Center for Cyber Security and Privacy
Internet Content, Traffic, and DDoS
Distributed denial of service (DDoS) is a long-standing problem for Internet users and service providers. In a DDoS attack, attacker-controlled computers that are distributed throughput the Internet can launch traffic toward a victim and clog the bandwidth or other resources of the victim, making it unavailable to legitimate users. Because DDoS traffic is very hard to distinguish from legitimate traffic, it is hard to filter them out. We research DDoS and DDoS defense. We analyze how DDoS may happen in peer-to-peer networks and other contexts. More importantly, we conduct extended research on DDoS defense. Since DDoS traffic often carry spoofed IP source addresses, in the past we have studied source address validation extensively. Lately, we have been investigating how we may leverage software-defined networking (SDN) for DDoS defense.

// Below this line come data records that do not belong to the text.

/**
 * KPSS reuses one store for its residuals from call to call (kpss.ts, residualRoom): a call after
 * a longer or shorter series, or after a refusal, must give the same answer as the first call.
 */
import { describe, expect, it } from 'vitest';
import { SeededRandom, randomWalk } from '../../addin/random';
import { kpssTest } from '../../addin/unitroot/kpss';

describe('KPSS residual store reused between calls', () => {
  it('gives the same statistic, bandwidth and long-run variance whatever ran before', () => {
    const long = randomWalk(new SeededRandom(5), 3000, { start: 50 });
    const short = randomWalk(new SeededRandom(6), 120, { start: 20 });
    const first = { long: kpssTest(long), short: kpssTest(short) };
    expect(() => kpssTest([1, 2])).toThrow(/too few/);
    for (const order of [[short, long, short], [long, long, short]]) {
      for (const s of order) {
        const again = kpssTest(s);
        const was = s === long ? first.long : first.short;
        expect(again.statistic).toBe(was.statistic);
        expect(again.bandwidth).toBe(was.bandwidth);
        expect(again.details).toEqual(was.details);
      }
    }
    // The first short call ran with a store already sized for 3,000: its answer equals a fresh
    // computation on a copy of its values.
    expect(kpssTest(Float64Array.from(short)).statistic).toBe(first.short.statistic);
  });
});
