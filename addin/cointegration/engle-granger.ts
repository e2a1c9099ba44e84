/**
 * Engle-Granger (1987) two-step cointegration test.
 * Step 1: least squares of y on the xs and the deterministic terms (cointegrating-regression.ts).
 * Step 2: augmented Dickey-Fuller test on the step-1 residual with no deterministic terms
 * (the residual already has mean zero, and a trend too when step 1 had one), by the same
 * lag rules as the unit-root test (adfCore with 'none'), the largest lag at most T/2 - 1.
 * Null: no cointegration (the residual has a unit root); very negative tau rejects.
 *
 * p-value: MacKinnon (1994) with the step-1 deterministic case and N = y plus the xs (null
 * above 6 variables, with a note). Critical values: MacKinnon (2010) with N and T - 1
 * observations, T the length of the series (the reference library's count).
 *
 * When y is an exact combination of the xs (R^2 >= 1 - 100 sqrt(eps), the reference
 * library's rule), the residual is rounding noise and an ADF on it means nothing. We then
 * report tau = -Infinity and p = 0 with a warning, rather than refusing: the finding (the
 * series move as one up to scale) is true and is the strongest cointegration there is, and
 * a refusal would turn it into a cell error; the warning names the usual cause (one column
 * copied or computed from another). The reference library does the same (-inf, p = 0).
 */
import { MooringInputError } from '../errors';
import type { Deterministic, ResultDetail, TestResult } from '../result';
import { adfCore, type LagOption } from '../unitroot/adf-core';
import { LAG_RULES } from '../unitroot/adf-lag-search';
import { resolveMaxLag } from '../unitroot/max-lag';
import { cointegratingRegression, cointegrationHypotheses, type SeriesNames } from './cointegrating-regression';
import { NO_P_VALUE_NOTE, residualTauCritical, residualTauPValue } from './residual-tables';
import { coefficientDetails, exactFitVerdict, exactFitWarning, residualTestVerdict } from './residual-test-report';
import { listText } from './wording';

export interface EngleGrangerOptions {
  /** Deterministic terms in the step-1 regression (default a constant). */
  deterministic?: Deterministic;
  /** Lagged changes in the residual ADF: a whole number or a rule (default 'aic'). */
  lags?: LagOption;
  /** Largest lag a rule searches (default Schwert's 12 (T/100)^(1/4), capped at T/2 - 1). */
  maxLags?: number;
}

export interface EngleGrangerResult {
  test: TestResult;
  /** Coefficients on the xs, in order. */
  beta: number[];
  intercept: number | null;
  trendCoefficient: number | null;
  /** Step-1 residuals: the estimated equilibrium error. */
  residuals: Float64Array;
  /** N: y plus the xs. */
  nVariables: number;
  rSquared: number;
  /** One sentence at the 5% level. */
  verdict: string;
}

export function engleGranger(
  y: ArrayLike<number>,
  xs: ArrayLike<number>[],
  options: EngleGrangerOptions = {},
  names?: Partial<SeriesNames>,
): EngleGrangerResult {
  const deterministic = options.deterministic ?? 'const';
  const step1 = cointegratingRegression(y, xs, deterministic, names);
  const T = step1.nobs;
  const N = step1.nVariables;
  const warnings: string[] = [];
  const details: ResultDetail[] = coefficientDetails(step1);

  let tau: number;
  let lags: number | null;
  let nobs: number;
  let lagRule: string | undefined;
  if (step1.exactFit) {
    checkLagOptions(T, options);
    tau = -Infinity;
    lags = null;
    nobs = T - 1;
    warnings.push(exactFitWarning(step1));
  } else {
    const core = adfCore(step1.residuals, { deterministic: 'none', lags: options.lags, maxLags: options.maxLags });
    tau = core.regression.tau;
    lags = core.regression.lags;
    nobs = core.regression.nobs;
    lagRule = core.lagRule;
    if (core.choice && core.choice.lags === core.maxLags && core.maxLags > 0) {
      warnings.push(`The lag rule chose the largest lag searched (${core.maxLags}); a larger maximum may fit better.`);
    }
    details.push(
      { key: 'maxLags', label: 'Largest lag searched', value: core.choice ? core.maxLags : null },
      { key: 'criterion', label: `Lag criterion at the choice (${core.lagRule})`, value: core.choice ? core.choice.criterion : null },
      { key: 'gamma', label: 'Coefficient on the lagged residual (rho - 1)', value: core.regression.gamma },
    );
  }
  if (T < 50) warnings.push(`Only ${T} observations: cointegration tests have little power in short samples.`);

  const pValue = residualTauPValue(tau, deterministic, N);
  const critical = residualTauCritical(deterministic, N, T - 1);
  if (critical.warning) warnings.push(critical.warning);
  const { nullHypothesis, alternative } = cointegrationHypotheses(step1);
  const test: TestResult = {
    test: 'Engle-Granger',
    title: `Cointegration test (Engle-Granger) of ${step1.names.y} on ${listText(step1.names.xs)}`,
    statisticName: 'tau',
    statistic: tau,
    pValue,
    ...(pValue === null ? { pValueNote: NO_P_VALUE_NOTE } : {}),
    critical: critical.value,
    rejectTail: 'lower',
    lags,
    ...(lagRule ? { lagRule } : {}),
    nobs,
    deterministic,
    nullHypothesis,
    alternative,
    warnings,
    details,
  };
  return {
    test,
    beta: step1.beta,
    intercept: step1.intercept,
    trendCoefficient: step1.trendCoefficient,
    residuals: step1.residuals,
    nVariables: N,
    rSquared: step1.rSquared,
    verdict: step1.exactFit ? exactFitVerdict(step1) : residualTestVerdict(test, step1, 0.05),
  };
}

/** Validates the lag options the residual ADF would have used, so an exact fit still refuses a bad request. */
function checkLagOptions(T: number, options: EngleGrangerOptions): void {
  const lags = options.lags ?? 'aic';
  if (typeof lags === 'number') {
    resolveMaxLag(T, 'none', lags, 'number of lags');
    return;
  }
  if (!LAG_RULES.includes(lags)) {
    throw new MooringInputError(`Unknown lag rule '${String(lags)}': use a whole number or one of ${LAG_RULES.join(', ')}.`);
  }
  resolveMaxLag(T, 'none', options.maxLags);
}
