/**
 * Phillips-Ouliaris (1990) residual-based cointegration tests Z-t and Z-alpha.
 * Step 1 is the Engle-Granger cointegrating regression. On its residual u, the AR(1)
 * regression without deterministic terms, Δu_t = gamma u_{t-1} + k_t (gamma = rho - 1,
 * n = T - 1 rows), and a Bartlett long-run variance lambda^2 of k correct for serial
 * correlation exactly as in the Phillips-Perron test (phillipsPerronStatistics with 'none'):
 *   Z-alpha = n gamma - (n^2 se^2 / s^2) (lambda^2 - g0) / 2,
 *   Z-t     = sqrt(g0/lambda^2) t - (lambda^2 - g0) n se / (2 lambda s),
 * g0 = SSR/n the short-run variance. With bandwidth 0 (lambda^2 = g0) they reduce to
 * n(rho - 1) and the Dickey-Fuller t on the residual, which the tests check.
 *
 * Bandwidth: fixed, or the Newey-West (1994) automatic rule on k ('auto', the default).
 * Z-t shares the residual-ADF limit: MacKinnon (1994) tau p-values and MacKinnon (2010)
 * critical values with N variables at T - 1 observations (as for Engle-Granger). Z-alpha
 * takes MacKinnon's (1994) normalised-bias surfaces for N variables, with asymptotic
 * critical values from inverting them. The headline statistic is Z-t.
 */
import { MooringInputError } from '../errors';
import type { Deterministic, TestResult } from '../result';
import { phillipsPerronStatistics } from '../unitroot/phillips-perron';
import {
  cointegratingRegression,
  cointegrationHypotheses,
  type SeriesNames,
} from './cointegrating-regression';
import { coefficientDetails, exactFitVerdict, exactFitWarning, residualTestVerdict } from './residual-test-report';
import { NO_P_VALUE_NOTE, residualTauCritical, residualTauPValue, residualZCritical, residualZPValue } from './residual-tables';
import { listText } from './wording';

export interface PhillipsOuliarisOptions {
  deterministic?: Deterministic;
  /** Bartlett bandwidth: a whole number, or 'auto' for Newey-West (1994) (default). */
  bandwidth?: number | 'auto';
}

export interface PhillipsOuliarisResult {
  /** Headline Z-t with its p-value; Z-alpha and its p-value among the details. */
  test: TestResult;
  zt: number;
  zAlpha: number;
  zAlphaPValue: number | null;
  /** Asymptotic 1/5/10% points of Z-alpha for N variables (empty above 6). */
  zAlphaCritical: Record<string, number>;
  bandwidth: number;
  beta: number[];
  intercept: number | null;
  trendCoefficient: number | null;
  residuals: Float64Array;
  nVariables: number;
  verdict: string;
}

export function phillipsOuliaris(
  y: ArrayLike<number>,
  xs: ArrayLike<number>[],
  options: PhillipsOuliarisOptions = {},
  names?: Partial<SeriesNames>,
): PhillipsOuliarisResult {
  const deterministic = options.deterministic ?? 'const';
  const requested = options.bandwidth ?? 'auto';
  if (requested !== 'auto' && typeof requested !== 'number') {
    throw new MooringInputError(`Unknown bandwidth '${String(requested)}': use a whole number or auto.`);
  }
  const step1 = cointegratingRegression(y, xs, deterministic, names);
  const T = step1.nobs;
  const N = step1.nVariables;
  const warnings: string[] = [];
  let zt = -Infinity;
  let zAlpha = -Infinity;
  let bandwidth = typeof requested === 'number' ? requested : 0;
  if (step1.exactFit) {
    warnings.push(exactFitWarning(step1));
  } else {
    const stats = phillipsPerronStatistics(step1.residuals, 'none', requested);
    zt = stats.zTau;
    zAlpha = stats.zAlpha;
    bandwidth = stats.bandwidth;
  }
  if (T < 50) warnings.push(`Only ${T} observations: the Phillips-Ouliaris corrections are unreliable in short samples.`);

  const nobs = T - 1;
  const pValue = residualTauPValue(zt, deterministic, N);
  const zAlphaPValue = residualZPValue(zAlpha, deterministic, N);
  const critical = residualTauCritical(deterministic, N, nobs);
  const zAlphaCritical = residualZCritical(deterministic, N);
  for (const w of [critical.warning, zAlphaCritical.warning]) if (w) warnings.push(w);
  const { nullHypothesis, alternative } = cointegrationHypotheses(step1);
  const test: TestResult = {
    test: 'Phillips-Ouliaris',
    title: `Cointegration test (Phillips-Ouliaris) of ${step1.names.y} on ${listText(step1.names.xs)}`,
    statisticName: 'Z-t',
    statistic: zt,
    pValue,
    ...(pValue === null ? { pValueNote: NO_P_VALUE_NOTE } : {}),
    critical: critical.value,
    rejectTail: 'lower',
    lags: null,
    bandwidth,
    nobs,
    deterministic,
    nullHypothesis,
    alternative,
    warnings,
    details: [
      { key: 'zAlpha', label: 'Z-alpha (normalised bias)', value: zAlpha },
      { key: 'zAlphaPValue', label: 'p-value of Z-alpha', value: zAlphaPValue },
      ...Object.entries(zAlphaCritical.value).map(([level, v]) => ({ key: `zAlphaCritical${level.replace('%', '')}`, label: `Z-alpha ${level} critical value (asymptotic)`, value: v })),
      { key: 'bandwidthRule', label: 'Bandwidth rule', value: requested === 'auto' ? 'Newey-West (1994) automatic' : 'fixed' },
      ...coefficientDetails(step1),
    ],
  };
  return {
    test,
    zt,
    zAlpha,
    zAlphaPValue,
    zAlphaCritical: zAlphaCritical.value,
    bandwidth,
    beta: step1.beta,
    intercept: step1.intercept,
    trendCoefficient: step1.trendCoefficient,
    residuals: step1.residuals,
    nVariables: N,
    verdict: step1.exactFit ? exactFitVerdict(step1) : residualTestVerdict(test, step1, 0.05),
  };
}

Internet Routing and Infrastructure Security
The Internet has become a critical component of our society, but its routing infrastructure, that is in charge of delivering traffic toward different IP address blocks, i.e. IP prefixes, can undergo many types of anomalies. The anomalies can occur at both the global level and the IP prefix level. At the global level, the Internet routing can deviate from its normal state of operation because of disruptive events such as large-scale power outages, undersea cable cuts, or Internet worms, causing what we call an "Internet earthquake." At the IP prefix level, a prefix can experience degraded or completely broken services because of operational malpractice or security attacks; in prefix hijacking, for example, by lying about routing paths an attacker can hijack or intercept traffic toward a prefix at ease. We therefore conduct a series of studies on Internet routing and infrastructure security, including two Internet routing monitoring systems that we have been researching: "Internet Seismograph" that can be used to measure Internet earthquakes, and "Buddyguard" that detects and analyzes prefix-level routing anomalies.

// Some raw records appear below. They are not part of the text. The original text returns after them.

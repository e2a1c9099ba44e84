import { readFileSync } from 'node:fs';
import { describe, expect, it } from 'vitest';
import { adfTest } from '../../addin/unitroot/adf';
import type { Deterministic } from '../../addin/result';
import { relative } from '../reference/compare';

/**
 * Reference: statsmodels 0.13.5 (Debian python3-statsmodels) adfuller, fixtures made by
 * tests/reference/make_fixtures.py on seeded series and on the open datasets (US macro data,
 * Danish money-demand data). Every deterministic option and lag rule; statistic to 1e-8
 * relative, p-value to 1e-6, chosen lags and nobs exactly, critical values to 1e-10.
 */
interface AdfCase {
  series: string;
  deterministic: Deterministic;
  lags: number | 'aic' | 'bic' | 'tstat';
  maxLags: number | null;
  statistic: number;
  pValue: number;
  usedLags: number;
  nobs: number;
  critical: Record<string, number>;
  icBest?: number;
}
const fixture = JSON.parse(readFileSync(new URL('../reference/fixtures/adf.json', import.meta.url), 'utf8')) as {
  series: Record<string, number[]>;
  cases: AdfCase[];
};

describe('ADF against the reference library (statsmodels adfuller)', () => {
  it(`covers every deterministic option and lag rule (${fixture.cases.length} cases)`, () => {
    const kinds = new Set(fixture.cases.map((c) => `${c.deterministic}/${typeof c.lags === 'number' ? 'fixed' : c.lags}`));
    expect(kinds.size).toBe(12);
  });
  for (const c of fixture.cases) {
    const label = `${c.series} ${c.deterministic} lags=${c.lags} max=${c.maxLags ?? 'default'}`;
    it(label, () => {
      const r = adfTest(fixture.series[c.series], { deterministic: c.deterministic, lags: c.lags, maxLags: c.maxLags ?? undefined });
      expect(r.lags).toBe(c.usedLags);
      expect(r.nobs).toBe(c.nobs);
      expect(relative(r.statistic, c.statistic)).toBeLessThan(1e-8);
      expect(Math.abs((r.pValue as number) - c.pValue)).toBeLessThan(1e-6);
      for (const level of ['1%', '5%', '10%']) expect(r.critical[level]).toBeCloseTo(c.critical[level], 10);
    });
  }
});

Online Social Networking Security
Online social networks (OSNs) are a fast-developing global socio-technical infrastructure that have linked millions of users through networked computers and other devices. Unfortunately, OSN participants also face various forms of frauds and attacks, such as spam, denial of service, Sybil attacks, and privacy violations. We are therefore very interested in researching the OSN fraud and attack analysis and detection problem, and have particularly focused on the analysis of various Sybil detection algorithms. We have also designed and developed a privacy-oriented, distributed OSN called SOUP.

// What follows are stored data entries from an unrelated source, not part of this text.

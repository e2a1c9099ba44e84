/**
 * Error-correction model of a cointegrated pair (Engle & Granger 1987, two-step):
 *   Δy_t = c_y + alpha_y u_{t-1} + sum_{i=1..p} (a_i Δy_{t-i} + b_i Δx_{t-i}) + e_t,
 *   Δx_t = c_x + alpha_x u_{t-1} + sum_{i=1..p} (g_i Δy_{t-i} + h_i Δx_{t-i}) + v_t,
 * u the residual of the cointegrating regression of y on x (cointegrating-regression.ts).
 * Both equations are reported so the user sees which side does the adjusting: alpha_y < 0
 * means y falls back when it stands above the relation; x helps when beta alpha_x > 0. Each
 * side's effect on the gap u = y - beta x - ... per period is alpha_y and -beta alpha_x, and
 * the gap's own speed is their sum (its AR(1) coefficient minus 1 ignoring the lag terms).
 * Half-lives implied by the model: ln 2 / -ln|1 + speed| (spread/half-life.ts), for the combined
 * speed (ecmHalfLife: both prices adjusting) and for each equation's own (halfLifeAlone: as if
 * only that price moved). Neither is THE half-life of the pair, which every surface takes from
 * the spread's own AR(1) (spread/pair-spread.ts); these keep their own names so no surface
 * shows two different numbers under one name.
 *
 * Inference: given cointegration every regressor is stationary, so the t-ratios are
 * asymptotically standard; p-values are two-sided Student t with the equation's degrees of
 * freedom.
 *
 * Lags p: fixed, or 'aic' (default): the system AIC n ln det(Sigma) + 2 (coefficients in both
 * equations) over p = 0..pmax on the common sample pmax allows, from one QR factorisation
 * (the columns are ordered so each p nests the one before; on long series from one Cholesky of
 * the cross products instead, error-correction-long.ts), then the choice is refitted on
 * every row it can use, as the ADF lag search does. pmax defaults to Schwert's
 * 12 (T/100)^(1/4), capped so each equation keeps 10 residual degrees of freedom.
 */
import { studentTwoSidedP } from '../distributions';
import { MooringInputError } from '../errors';
import { HouseholderQr } from '../linalg/householder-qr';
import type { Deterministic } from '../result';
import { leastSquares, type LeastSquaresFit } from '../regression/least-squares';
import { schwertMaxLag } from '../unitroot/max-lag';
import { halfLifeFromSpeed } from '../spread/half-life';
import { cointegratingRegression, relationText } from './cointegrating-regression';
import { ECM_GRAM_WORK, chooseEcmLagsByGram, errorCorrectionFitByGram, type EcmEquationFit } from './error-correction-long';
import { formatCoefficient, formatPeriods, formatPValue, formatShareClosed } from './wording';

export interface ErrorCorrectionOptions {
  /** Deterministic terms of the cointegrating regression (default a constant). */
  deterministic?: Deterministic;
  /** Lagged changes of both series: a whole number or 'aic' (default). */
  lags?: number | 'aic';
  /** Largest p the AIC search tries. */
  maxLags?: number;
  /** The word for one row, for the verdict: 'day', 'week', ... (default 'period'). */
  period?: string;
}

export interface EcmCoefficient {
  name: string;
  value: number;
  standardError: number;
  tValue: number;
  pValue: number;
}

export interface AdjustmentEquation {
  /** Name of the series whose change this equation explains. */
  series: string;
  /** Coefficient on the lagged equilibrium error. */
  alpha: number;
  standardError: number;
  tValue: number;
  pValue: number;
  /** This equation's effect on the gap per period: alpha for y, -beta alpha for x (negative closes it). */
  gapSpeed: number;
  /** Half-life of the gap implied by this equation alone (as if only this series adjusted), or null. */
  halfLifeAlone: number | null;
  halfLifeAloneNote?: string;
  /** Every coefficient, the error term first. */
  coefficients: EcmCoefficient[];
  rSquared: number;
}

export interface ErrorCorrectionResult {
  lags: number;
  lagRule: 'fixed' | 'aic';
  maxLags: number | null;
  /** Rows of each equation: T - 1 - p. */
  nobs: number;
  beta: number;
  intercept: number | null;
  trendCoefficient: number | null;
  /** The equilibrium error in words, e.g. "Crude - 1.02 Brent - 3.1". */
  relation: string;
  y: AdjustmentEquation;
  x: AdjustmentEquation;
  /** alpha_y - beta alpha_x: how fast the gap closes with both sides adjusting. */
  combinedSpeed: number;
  /** Half-life implied by the error-correction model, both prices adjusting (from combinedSpeed), or null. */
  ecmHalfLife: number | null;
  ecmHalfLifeNote?: string;
  verdict: string;
  warnings: string[];
}

/** Residual degrees of freedom each equation must keep. */
const MIN_DEGREES_OF_FREEDOM = 10;

/** The largest p the data allow: T - 1 - p rows, 2 + 2p columns, 10 degrees of freedom to spare. */
export function largestEcmLag(T: number): number {
  return Math.floor((T - 3 - MIN_DEGREES_OF_FREEDOM) / 3);
}

interface EcmDesign {
  dy: Float64Array;
  dx: Float64Array;
  columns: Float64Array[];
  names: string[];
}

/** Rows t = from..T-1 (0-based) with p lags: [u_{t-1}, 1, Δy_{t-1}, Δx_{t-1}, ..., Δy_{t-p}, Δx_{t-p}]. */
function ecmDesign(y: ArrayLike<number>, x: ArrayLike<number>, u: ArrayLike<number>, p: number, from: number, names: { y: string; x: string }): EcmDesign {
  const T = y.length;
  const n = T - from;
  const dy = new Float64Array(n);
  const dx = new Float64Array(n);
  const error = new Float64Array(n);
  const lagged: Float64Array[] = [];
  const labels = ['equilibrium error (lag 1)', 'constant'];
  for (let i = 1; i <= p; i++) {
    lagged.push(new Float64Array(n), new Float64Array(n));
    labels.push(`change in ${names.y}, lag ${i}`, `change in ${names.x}, lag ${i}`);
  }
  for (let r = 0; r < n; r++) {
    const t = from + r;
    dy[r] = y[t] - y[t - 1];
    dx[r] = x[t] - x[t - 1];
    error[r] = u[t - 1];
    for (let i = 1; i <= p; i++) {
      lagged[2 * i - 2][r] = y[t - i] - y[t - i - 1];
      lagged[2 * i - 1][r] = x[t - i] - x[t - i - 1];
    }
  }
  return { dy, dx, columns: [error, new Float64Array(n).fill(1), ...lagged], names: labels };
}

/** System-AIC choice of p in 0..pmax on the common sample of pmax (from cross products on long series, error-correction-long.ts). */
function chooseEcmLags(y: ArrayLike<number>, x: ArrayLike<number>, u: ArrayLike<number>, pmax: number): number {
  if ((y.length - 1 - pmax) * (2 + 2 * pmax) ** 2 > ECM_GRAM_WORK) {
    const byGram = chooseEcmLagsByGram(y, x, u, pmax);
    if (byGram !== null) return byGram;
  }
  const d = ecmDesign(y, x, u, pmax, pmax + 1, { y: 'y', x: 'x' });
  const n = d.dy.length;
  const qr = new HouseholderQr(d.columns, n);
  const zy = qr.qtY(d.dy);
  const zx = qr.qtY(d.dx);
  // Residual cross products of the model with the first j columns are the tails of Q'y beyond j.
  const syy = new Float64Array(n + 1);
  const sxx = new Float64Array(n + 1);
  const sxy = new Float64Array(n + 1);
  for (let i = n - 1; i >= 0; i--) {
    syy[i] = syy[i + 1] + zy[i] * zy[i];
    sxx[i] = sxx[i + 1] + zx[i] * zx[i];
    sxy[i] = sxy[i + 1] + zy[i] * zx[i];
  }
  let best = 0;
  let bestAic = Infinity;
  for (let p = 0; p <= pmax; p++) {
    const size = 2 + 2 * p;
    const det = (syy[size] * sxx[size] - sxy[size] * sxy[size]) / (n * n);
    const aic = n * Math.log(det) + 2 * 2 * size;
    if (aic < bestAic) {
      bestAic = aic;
      best = p;
    }
  }
  return best;
}

function resolveLags(y: ArrayLike<number>, x: ArrayLike<number>, u: ArrayLike<number>, options: ErrorCorrectionOptions): { p: number; rule: 'fixed' | 'aic'; pmax: number | null } {
  const T = y.length;
  const cap = largestEcmLag(T);
  if (cap < 0) throw new MooringInputError(`${T} observations are too few for an error-correction model: it needs at least ${3 + MIN_DEGREES_OF_FREEDOM}.`);
  const lags = options.lags ?? 'aic';
  if (typeof lags === 'number') {
    if (!Number.isInteger(lags) || lags < 0) throw new MooringInputError(`The number of lags must be a whole number of 0 or more; got ${lags}.`);
    if (lags > cap) throw new MooringInputError(`${lags} lags are too many for ${T} observations: the largest allowed is ${cap}.`);
    return { p: lags, rule: 'fixed', pmax: null };
  }
  if (lags !== 'aic') throw new MooringInputError(`Unknown lag rule '${String(lags)}' for the error-correction model: use a whole number or aic.`);
  const pmax = options.maxLags ?? Math.min(schwertMaxLag(T), cap);
  if (!Number.isInteger(pmax) || pmax < 0) throw new MooringInputError(`The maximum lag must be a whole number of 0 or more; got ${pmax}.`);
  if (pmax > cap) throw new MooringInputError(`A maximum lag of ${pmax} is too large for ${T} observations: the largest allowed is ${cap}.`);
  return { p: chooseEcmLags(y, x, u, pmax), rule: 'aic', pmax };
}

function adjustmentEquation(series: string, fit: EcmEquationFit, names: string[], gapSpeed: number): AdjustmentEquation {
  const df = fit.dfResid;
  const coefficients = names.map((name, j) => ({
    name,
    value: fit.coefficients[j],
    standardError: fit.standardErrors[j],
    tValue: fit.tValues[j],
    pValue: studentTwoSidedP(fit.tValues[j], df),
  }));
  const life = halfLifeFromSpeed(gapSpeed);
  return {
    series,
    alpha: coefficients[0].value,
    standardError: coefficients[0].standardError,
    tValue: coefficients[0].tValue,
    pValue: coefficients[0].pValue,
    gapSpeed,
    halfLifeAlone: life.halfLife,
    ...(life.note ? { halfLifeAloneNote: life.note } : {}),
    coefficients,
    rSquared: fit.rSquared,
  };
}

export function errorCorrectionModel(
  y: ArrayLike<number>,
  x: ArrayLike<number>,
  options: ErrorCorrectionOptions = {},
  names: { y?: string; x?: string } = {},
): ErrorCorrectionResult {
  const resolved = { y: names.y ?? 'y', x: names.x ?? 'x' };
  const step1 = cointegratingRegression(y, [x], options.deterministic ?? 'const', { y: resolved.y, xs: [resolved.x] });
  if (step1.exactFit) {
    throw new MooringInputError(
      `${resolved.y} is an exact combination of ${resolved.x} (R² = ${step1.rSquared.toFixed(7)}): the equilibrium error is zero, so there is no adjustment to estimate. Check that one column is not a copy or a formula of another.`,
    );
  }
  const u = step1.residuals;
  const beta = step1.beta[0];
  const { p, rule, pmax } = resolveLags(y, x, u, options);
  const { fitY, fitX, names: columnNames } = chosenFits(y, x, u, p, resolved);
  const eqY = adjustmentEquation(resolved.y, fitY, columnNames, fitY.coefficients[0]);
  const eqX = adjustmentEquation(resolved.x, fitX, columnNames, -beta * fitX.coefficients[0]);
  const combinedSpeed = eqY.gapSpeed + eqX.gapSpeed;
  const combined = halfLifeFromSpeed(combinedSpeed);

  const warnings: string[] = [];
  if (eqY.alpha <= -1) {
    warnings.push(`${resolved.y}'s speed of adjustment is ${formatCoefficient(eqY.alpha)}: at or below -1 it overshoots, moving past the relation each ${options.period ?? 'period'}; check the data or the model.`);
  }
  if (combinedSpeed >= 0) {
    warnings.push('Neither series moves back toward the relation: the pair may not be cointegrated (run the Engle-Granger test).');
  }
  if (rule === 'aic' && p === pmax && p > 0) warnings.push(`The lag rule chose the largest lag searched (${pmax}); a larger maximum may fit better.`);

  return {
    lags: p,
    lagRule: rule,
    maxLags: pmax,
    nobs: fitY.nobs,
    beta,
    intercept: step1.intercept,
    trendCoefficient: step1.trendCoefficient,
    relation: relationText(step1),
    y: eqY,
    x: eqX,
    combinedSpeed,
    ecmHalfLife: combined.halfLife,
    ...(combined.note ? { ecmHalfLifeNote: combined.note } : {}),
    verdict: ecmVerdict(eqY, eqX, options.period ?? 'period'),
    warnings,
  };
}

/**
 * Both equations with p lags on every row they can use: by QR, or where the design would be
 * large (rows x columns^2 past ECM_GRAM_WORK) from its cross products with refinement
 * (error-correction-long.ts), which declines to QR where it cannot vouch for its answer.
 */
function chosenFits(y: ArrayLike<number>, x: ArrayLike<number>, u: ArrayLike<number>, p: number, names: { y: string; x: string }): { fitY: EcmEquationFit; fitX: EcmEquationFit; names: string[] } {
  const labels = ['equilibrium error (lag 1)', 'constant'];
  for (let i = 1; i <= p; i++) labels.push(`change in ${names.y}, lag ${i}`, `change in ${names.x}, lag ${i}`);
  if ((y.length - 1 - p) * (2 + 2 * p) ** 2 > ECM_GRAM_WORK) {
    const byGram = errorCorrectionFitByGram(y, x, u, p);
    if (byGram !== null) return { fitY: byGram.y, fitX: byGram.x, names: labels };
  }
  const d = ecmDesign(y, x, u, p, p + 1, names);
  return { fitY: leastSquares(d.dy, d.columns, { names: d.names }), fitX: leastSquares(d.dx, d.columns, { names: d.names }), names: d.names };
}

/** "Crude closes about 6% of a gap to its long-run relation each day (alone, that would halve the gap in about 11 days)." plus the other side. */
function ecmVerdict(eqY: AdjustmentEquation, eqX: AdjustmentEquation, period: string): string {
  const side = (eq: AdjustmentEquation, first: boolean): string => {
    const significance = eq.pValue < 0.05 ? '' : `, though not significantly at 5% (${formatPValue(eq.pValue)})`;
    if (eq.gapSpeed >= 0) {
      return `${eq.series} does not move back toward the relation (${formatPValue(eq.pValue)} for its adjustment coefficient ${formatCoefficient(eq.alpha)}).`;
    }
    const life = eq.halfLifeAlone === null ? ` (${eq.halfLifeAloneNote})` : ` (alone, that would halve the gap in about ${formatPeriods(eq.halfLifeAlone, period)})`;
    return `${eq.series} closes about ${formatShareClosed(eq.gapSpeed)} of ${first ? 'a gap to its long-run relation' : 'the gap'} each ${period}${life}${significance}.`;
  };
  return `${side(eqY, true)} ${side(eqX, false)}`;
}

Internet of Things Security and Privacy
In recent years, there has been a growing number of physical objects embedded with electronics, sensors, software, and the ability to connect to the Internet. The network of these physical objects that are capable of sending and receiving data over the network without ever needing human-to-human or human-to-machine communication is what is now known as the Internet of Things (IoT). It is projected that by 2020 there will be 50 billion of these devices connected to the Internet, with applications in many diverse areas including health care, home automation, smart grid, smart vehicle, and smart cities. However, while the number, complexity, and functions of IoT devices have been growing, it poses a severe challenge to provide the security and privacy of IoT. Our current research focuses on addressing these challenges in the smart home or hospital environment by developing a framework for adaptive IoT security and privacy.
Privacy in Digital Age
Internet privacy has reached an unprecedentedly high level of risk. Protecting Internet privacy, however, is a daunting task as there are many open problems in almost every domain. Technically, the Internet is yet to become robust against traffic eavesdropping and hijacking, and social medias on the Internet are known to be vulnerable to various privacy violation attempts. Legally, the rapid advance of techniques is catalyzing change in nearly every information privacy law. Economically, it is often elusive to evaluate the cost that privacy violation may bring to consumers and businesses. And lastly, from the social perspective, every netizen must find ways to take control over their personal information. We therefore recognize the great opportunity to study Internet privacy, an unquestionably critical problem. Our team consists of computer scientists and professors in law, business, and philosophy.